Outside of Pinakothek der Moderne
First day of DLD always means to feel like being back in childhood when Sundays still felt like Sundays: blue sky, an incredible beautiful and empty Hofgarten where I walk through on my way to Pinakothek der Moderne where we have a date with its major design curator of “Die Neue Sammlung“, Dr. Corinna Rösner, will give us a private tour around one of the world’s leading museums of 20th century applied art, and indeed the largest of industrial design.
It is such a pleasure to start this conference with a little art infusion, getting in touch with the first participants before digging into the humbling atmosphere of DLD which always feels like full-blast living.
Here is what we got for breakfast:
We totally get the idea of design when it comes to the thing which I call the “streamlining effect”: look at real design and it will draw you into it, you feel like you can`t do anything else than follow the form with every sense you got.

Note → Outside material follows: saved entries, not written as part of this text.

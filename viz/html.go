package viz

import (
	"bytes"
	"fmt"
	"html/template"
	"io"
	"regexp"
	"sort"
	"strings"

	"github.com/heatgraph/heatgraph/network"
)

// HTMLReport is everything the review report shows. Build it with
// NewHTMLReport; write it with WriteHTML.
type HTMLReport struct {
	Title       string
	File        string
	Summary     string // what the model holds, in words
	Ambient     string // temperature, pressure and altitude in words
	Margin      string // the required margin in words
	Iterations  int
	Verdict     string
	Warnings    []string
	Nodes       []htmlNode
	Links       []htmlLink
	Correlation []htmlCorrelation
	Kinds       []htmlKind
	Balance     []htmlBalance
	Imbalance   string
	Breakdown   *Breakdown
	Plates      []htmlPlate // every meshed plate: its summary and heat map
	Method      string
	Caution     string
	SVG         template.HTML // the diagram, inline; produced by Graphviz from our own DOT
	// Error, when set, replaces the results: a model that does not read
	// or does not solve (the live view shows it).
	Error string
	// Live adds the script that reloads the page when the model changes
	// (served by the live view only; it loads nothing from elsewhere).
	Live bool
}

type htmlNode struct {
	ID, Kind, Temp, Power, Limit, Margin, Status, Class string
}

type htmlLink struct {
	ID, Kind, From, To, Heat string
}

type htmlCorrelation struct {
	Link, Kind, Basis, Numbers string
}

type htmlKind struct {
	Name    string
	Sources []string
}

type htmlBalance struct {
	What, Heat string
}

// NewHTMLReport gathers the review report of a solution. svg is the
// diagram as Graphviz wrote it (viz.Render with FormatSVG), or nil.
func NewHTMLReport(sol *network.Solution, run Run, svg []byte) *HTMLReport {
	m := sol.Net.Model
	r := &HTMLReport{
		Title:      m.Title,
		File:       m.File,
		Ambient:    fmt.Sprintf("%.2f °C, %s", celsius(m.Ambient.Temperature), pressureText(m.Ambient)),
		Margin:     "none required",
		Iterations: run.Iterations,
		Verdict:    Verdict(sol),
		Warnings:   append(append([]string(nil), sol.Warnings...), NonFinite(sol)...),
		Breakdown:  NewBreakdown(sol),
		Method:     BreakdownMethod,
		Caution:    Caution,
		SVG:        inlineSVG(svg),
	}
	if r.Title == "" {
		r.Title = m.File
	}
	fixed, power := 0, 0.0
	for _, n := range sol.Nodes {
		if n.Kind == network.Fixed {
			fixed++
		}
		power += n.Power
	}
	r.Summary = fmt.Sprintf("%s (%d at a fixed temperature), %s, %s; %s of power in all",
		countOf(len(sol.Nodes), "node"), fixed, countOf(len(m.Components), "component"), countOf(len(sol.Links), "link"), watts(power))
	if m.RequiredMargin > 0 {
		r.Margin = fmt.Sprintf("%s K: limits closer than this are flagged tight", trimK(m.RequiredMargin))
	}
	for _, n := range sol.Nodes {
		hn := htmlNode{ID: n.ID, Kind: string(n.Kind), Temp: fnum("%.2f", celsius(n.Temperature)), Status: statusWord(n), Class: string(n.Status)}
		if n.Power != 0 {
			hn.Power = fnum("%.3f", n.Power)
		}
		if n.HasLimit {
			hn.Limit, hn.Margin = fnum("%.2f", celsius(n.Limit)), fnum("%+.2f", noNegZero(n.Margin, 2))
		}
		r.Nodes = append(r.Nodes, hn)
	}
	kinds := map[string]bool{}
	for _, l := range sol.Links {
		r.Links = append(r.Links, htmlLink{ID: l.ID, Kind: l.Kind, From: l.From, To: l.To, Heat: fnum("%.3f", noNegZero(l.Heat, 3))})
		kinds[l.Kind] = true
		var texts, nums []string
		for _, d := range l.Details {
			if d.Text != "" {
				texts = append(texts, d.Text)
			} else {
				nums = append(nums, detailText(d))
			}
		}
		if len(texts) > 0 {
			r.Correlation = append(r.Correlation, htmlCorrelation{Link: l.ID, Kind: l.Kind, Basis: strings.Join(texts, "; "), Numbers: strings.Join(nums, ", ")})
		}
	}
	names := make([]string, 0, len(kinds))
	for k := range kinds {
		names = append(names, k)
	}
	sort.Strings(names)
	for _, k := range names {
		if doc, ok := network.LinkKind(k); ok && len(doc.Sources) > 0 {
			r.Kinds = append(r.Kinds, htmlKind{Name: k, Sources: doc.Sources})
		}
	}
	r.Balance = append(r.Balance, htmlBalance{"heat in (power of all sources)", fnum("%.4f", sol.Balance.In)})
	for _, o := range sol.Balance.Out {
		if o.Heat != 0 {
			r.Balance = append(r.Balance, htmlBalance{"out through " + o.Node, fnum("%.4f", o.Heat)})
		}
	}
	r.Imbalance = fnum("%.3g", sol.Balance.Imbalance)
	r.Plates = newHTMLPlates(sol)
	return r
}

// NewHTMLError is a report page that shows only an error (a model that
// does not read or does not solve), for the live view.
func NewHTMLError(file, message string) *HTMLReport {
	return &HTMLReport{Title: file, File: file, Error: message, Caution: Caution}
}

var svgStart = regexp.MustCompile(`(?s)^.*?(<svg[\s>])`)

// inlineSVG strips the XML declaration, doctype and comments before the
// <svg> element, so the diagram can stand inside HTML.
func inlineSVG(svg []byte) template.HTML {
	if len(svg) == 0 {
		return ""
	}
	s := svgStart.ReplaceAllString(string(svg), "$1")
	// The diagram is written by Graphviz from DOT we build with every
	// model string quoted; Graphviz escapes text (&lt; &amp;) in SVG.
	return template.HTML(s) //nolint:gosec // see above
}

// WriteHTML writes the report as one self-contained HTML page: inline CSS
// and SVG, no request to anywhere (a live page talks only to the server
// that sent it). Every string from the model is escaped by html/template.
func WriteHTML(w io.Writer, r *HTMLReport) error {
	var buf bytes.Buffer
	if err := reportPage.Execute(&buf, r); err != nil {
		return err
	}
	_, err := w.Write(buf.Bytes())
	return err
}

// countOf writes n with a noun, singular for one.
func countOf(n int, noun string) string {
	if n == 1 {
		return "1 " + noun
	}
	return fmt.Sprintf("%d %ss", n, noun)
}

func pct(x float64) string     { return fmt.Sprintf("%.1f %%", 100*x) }
func wattsF(x float64) string  { return watts(x) }
func kelvinF(x float64) string { return fnum("%.2f", x) + " K" }
func kPerW(x float64) string   { return fnum("%.3g", x) + " K/W" }
func join(a []string) string   { return strings.Join(a, " → ") }
func commas(a []string) string { return strings.Join(a, ", ") }

var reportPage = template.Must(template.New("report").Funcs(template.FuncMap{
	"pct": pct, "watts": wattsF, "kelvin": kelvinF, "kperw": kPerW, "join": join, "commas": commas,
}).Parse(reportHTML))

const reportHTML = `<!DOCTYPE html>
<html lang="en">
<head>
<meta charset="utf-8">
<meta name="viewport" content="width=device-width, initial-scale=1">
<meta http-equiv="Content-Security-Policy" content="default-src 'none'; style-src 'unsafe-inline'; img-src data:;{{if .Live}} script-src 'unsafe-inline'; connect-src 'self';{{end}}">
<title>{{.Title}} — thermal review</title>
<style>
body { font: 14px/1.45 system-ui, -apple-system, "Segoe UI", Helvetica, Arial, sans-serif; color: #1b1b1b; margin: 2em auto; max-width: 70em; padding: 0 1em; }
h1 { font-size: 1.6em; margin-bottom: 0.2em; }
h2 { font-size: 1.2em; border-bottom: 1px solid #bbb; margin-top: 1.8em; }
table { border-collapse: collapse; margin: 0.5em 0; }
th, td { border: 1px solid #ccc; padding: 0.2em 0.6em; text-align: left; vertical-align: top; }
td.n { text-align: right; font-variant-numeric: tabular-nums; }
tr.over td { background: #f6dde4; font-weight: bold; }
tr.tight td { background: #f8ecd2; }
.caution { border: 2px solid #6b3a00; padding: 0.6em 1em; background: #fff8ec; }
.error { border: 2px solid #77184d; padding: 0.6em 1em; background: #fbeef3; white-space: pre-wrap; font-family: ui-monospace, monospace; }
.diagram { overflow-x: auto; }
.diagram svg { max-width: 100%; height: auto; }
.heatmap svg { max-width: 100%; height: auto; }
.verdict { font-weight: bold; }
.small { color: #555; font-size: 0.9em; }
@page { size: auto; margin: 15mm; }
@media print {
  body { margin: 0; max-width: none; font-size: 10pt; }
  h2 { break-after: avoid; }
  table, .diagram, section.source, section.plate { break-inside: avoid; }
  .diagram svg { max-height: 240mm; }
  .noprint { display: none; }
}
</style>
</head>
<body>
<h1>{{.Title}}</h1>
<p class="small">Thermal review of model <code>{{.File}}</code>, written by heatgraph.</p>
<p class="caution"><strong>Caution.</strong> {{.Caution}} Hot surfaces can burn: check touch-temperature limits.</p>
{{if .Error}}
<h2>The model has problems</h2>
<div class="error" id="error">{{.Error}}</div>
{{else}}
<h2>Model and assumptions</h2>
<table id="summary">
<tr><th>model</th><td>{{.Summary}}</td></tr>
<tr><th>ambient</th><td>{{.Ambient}}</td></tr>
<tr><th>required margin</th><td>{{.Margin}}</td></tr>
<tr><th>solve</th><td>steady state, {{.Iterations}} Newton iterations</td></tr>
<tr><th>verdict</th><td class="verdict">{{.Verdict}}</td></tr>
</table>
<p class="small">A lumped thermal network: each node has one temperature; links follow the laws and correlations listed below; properties are taken at the solved temperatures.</p>
{{if .Warnings}}<h2>Warnings</h2>
<ul id="warnings">{{range .Warnings}}<li>{{.}}</li>{{end}}</ul>{{end}}
<h2>Results</h2>
<table id="results">
<thead><tr><th>node</th><th>kind</th><th>T [°C]</th><th>power [W]</th><th>limit [°C]</th><th>margin [K]</th><th>status</th></tr></thead>
<tbody>{{range .Nodes}}<tr class="{{.Class}}"><td>{{.ID}}</td><td>{{.Kind}}</td><td class="n">{{.Temp}}</td><td class="n">{{.Power}}</td><td class="n">{{.Limit}}</td><td class="n">{{.Margin}}</td><td>{{.Status}}</td></tr>
{{end}}</tbody>
</table>
{{if .Plates}}<h2>Meshed plates</h2>
<p class="small">Each plate is one node of the results above, at its hottest cell. Heat maps show the top layer; a block shows the hottest of the cells it covers.</p>
{{range .Plates}}<section class="plate">
<h3>{{.ID}}</h3>
<table class="plate-summary">
<tr><th>size</th><td>{{.Size}}</td></tr>
<tr><th>hottest</th><td class="n">{{.Hottest}} °C</td><td>at {{.Where}}</td></tr>
<tr><th>mean</th><td class="n">{{.Mean}} °C</td><td>weighted by cell volume</td></tr>
<tr><th>coolest</th><td class="n">{{.Coolest}} °C</td><td></td></tr>
<tr class="{{.Class}}"><th>limit</th><td class="n">{{.Limit}}</td><td>{{.Status}}</td></tr>
{{if .Parts}}<tr><th>parts on it</th><td colspan="2">{{.Parts}}</td></tr>{{end}}
</table>
{{if .Joins}}<table class="plate-joins">
<thead><tr><th>join</th><th>node</th><th>heat [W] (positive out of the plate)</th></tr></thead>
<tbody>{{range .Joins}}<tr><td>{{.Name}}</td><td>{{.Node}}</td><td class="n">{{.Heat}}</td></tr>
{{end}}</tbody>
</table>{{end}}
{{if .Error}}<p class="error">{{.Error}}</p>{{else}}<div class="heatmap">{{.SVG}}</div>{{end}}
</section>
{{end}}{{end}}
<h2>Heat paths</h2>
<div class="diagram" id="diagram">{{.SVG}}</div>
<table id="links">
<thead><tr><th>link</th><th>kind</th><th>heat [W]</th><th>from → to (positive heat flows this way)</th></tr></thead>
<tbody>{{range .Links}}<tr><td>{{.ID}}</td><td>{{.Kind}}</td><td class="n">{{.Heat}}</td><td>{{.From}} → {{.To}}</td></tr>
{{end}}</tbody>
</table>
<h2>Where the heat goes</h2>
<p class="small">{{.Method}}</p>
<div id="breakdown">
{{range .Breakdown.Sources}}<section class="source">
<h3>{{.Node}}: {{if .Fixed}}heat given by this fixed temperature{{else}}power{{end}} {{watts .Heat}}</h3>
<p>Ends in: {{range $i, $s := .Sinks}}{{if $i}}, {{end}}{{$s.Name}} {{pct $s.Share}}{{end}}</p>
<table>
<thead><tr><th>share</th><th>heat</th><th>path</th><th>links</th><th>ΔT</th><th>resistance</th></tr></thead>
<tbody>{{range .Paths}}<tr><td class="n">{{pct .Share}}</td><td class="n">{{watts .Heat}}</td><td>{{join .Nodes}}</td><td>{{commas .Links}}</td><td class="n">{{kelvin .DeltaT}}</td><td class="n">{{kperw .Resistance}}</td></tr>
{{end}}</tbody>
</table>
{{if .Drops}}<p>Improve first (temperature drop across each link of the main paths, of a rise of {{kelvin .Rise}} above ambient):</p>
<ol>{{range .Drops}}<li>{{.Links}} ({{.From}} → {{.To}}): {{kelvin .DeltaT}}, {{pct .Share}} of the rise</li>{{end}}</ol>{{end}}
</section>
{{end}}</div>
{{if .Correlation}}<h2>Correlations used</h2>
<table id="correlations">
<thead><tr><th>link</th><th>kind</th><th>basis</th><th>numbers</th></tr></thead>
<tbody>{{range .Correlation}}<tr><td>{{.Link}}</td><td>{{.Kind}}</td><td>{{.Basis}}</td><td class="small">{{.Numbers}}</td></tr>
{{end}}</tbody>
</table>{{end}}
{{if .Kinds}}<h2>Sources of the link kinds</h2>
<ul id="sources">{{range .Kinds}}<li><strong>{{.Name}}</strong>: {{range $i, $s := .Sources}}{{if $i}}; {{end}}{{$s}}{{end}}</li>{{end}}</ul>{{end}}
<h2>Energy balance</h2>
<table id="balance">
{{range .Balance}}<tr><th>{{.What}}</th><td class="n">{{.Heat}} W</td></tr>{{end}}
<tr><th>imbalance</th><td class="n">{{.Imbalance}} W</td></tr>
</table>
{{end}}
<h2>Cautions</h2>
<ul id="cautions">
<li>These results are estimates from a lumped model, as good as the values and correlations put into it.</li>
<li>Confirm them by measurement on the real product before release.</li>
<li>Touch temperatures: surfaces people can reach have limits of their own in product-safety standards.</li>
<li>Defer to local codes, product-safety standards and licensed engineering practice.</li>
</ul>
{{if .Live}}<p class="small noprint" id="live">Live view: this page reloads when the model file is saved.</p>
<script>
(function () {
  var es = new EventSource("events");
  es.onmessage = function () { location.reload(); };
})();
</script>{{end}}
</body>
</html>
`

Luigi Colani, the industrial designer, who was one of the first designer who actually established himself as a real brand, did an excellent job in sucking us in, with his black arrow up there at the ceiling.
The most beloved department of the whole museum, according our curator, was next: Computer culture. Why? Maybe because of the discrepancy between those totally ancient looking computers and the very, very short time ago they got built. But I guess the main reason is that really everybody has a personal connection to those crappy computers, and that`s why they are the perfect dialogue tool between the museum and its visitors. no day without people calling who wants to see this or that computer piece in this exhibition. And if you consider the amount of babies crawling around, there is no question that the Pinakothek der Moderne does not have to fight for a more younger audience.
But as contemporary as the museum is, the more obvious is the fact that they kind of missed out the software design topic -yet. There is a little starting point: Nele Ströbel’s work:
Definitively a new generation of artists for whom becoming part of a famous museum doesn’t necessarily mean to totally out freak. Her questions, when she was asked to donate her work to the design department : ” What would I get out of i?” I am not sure if the answer of the director: “We give eternity” was exactly what she was aiming for…
So. Great bacon and eggs I would say.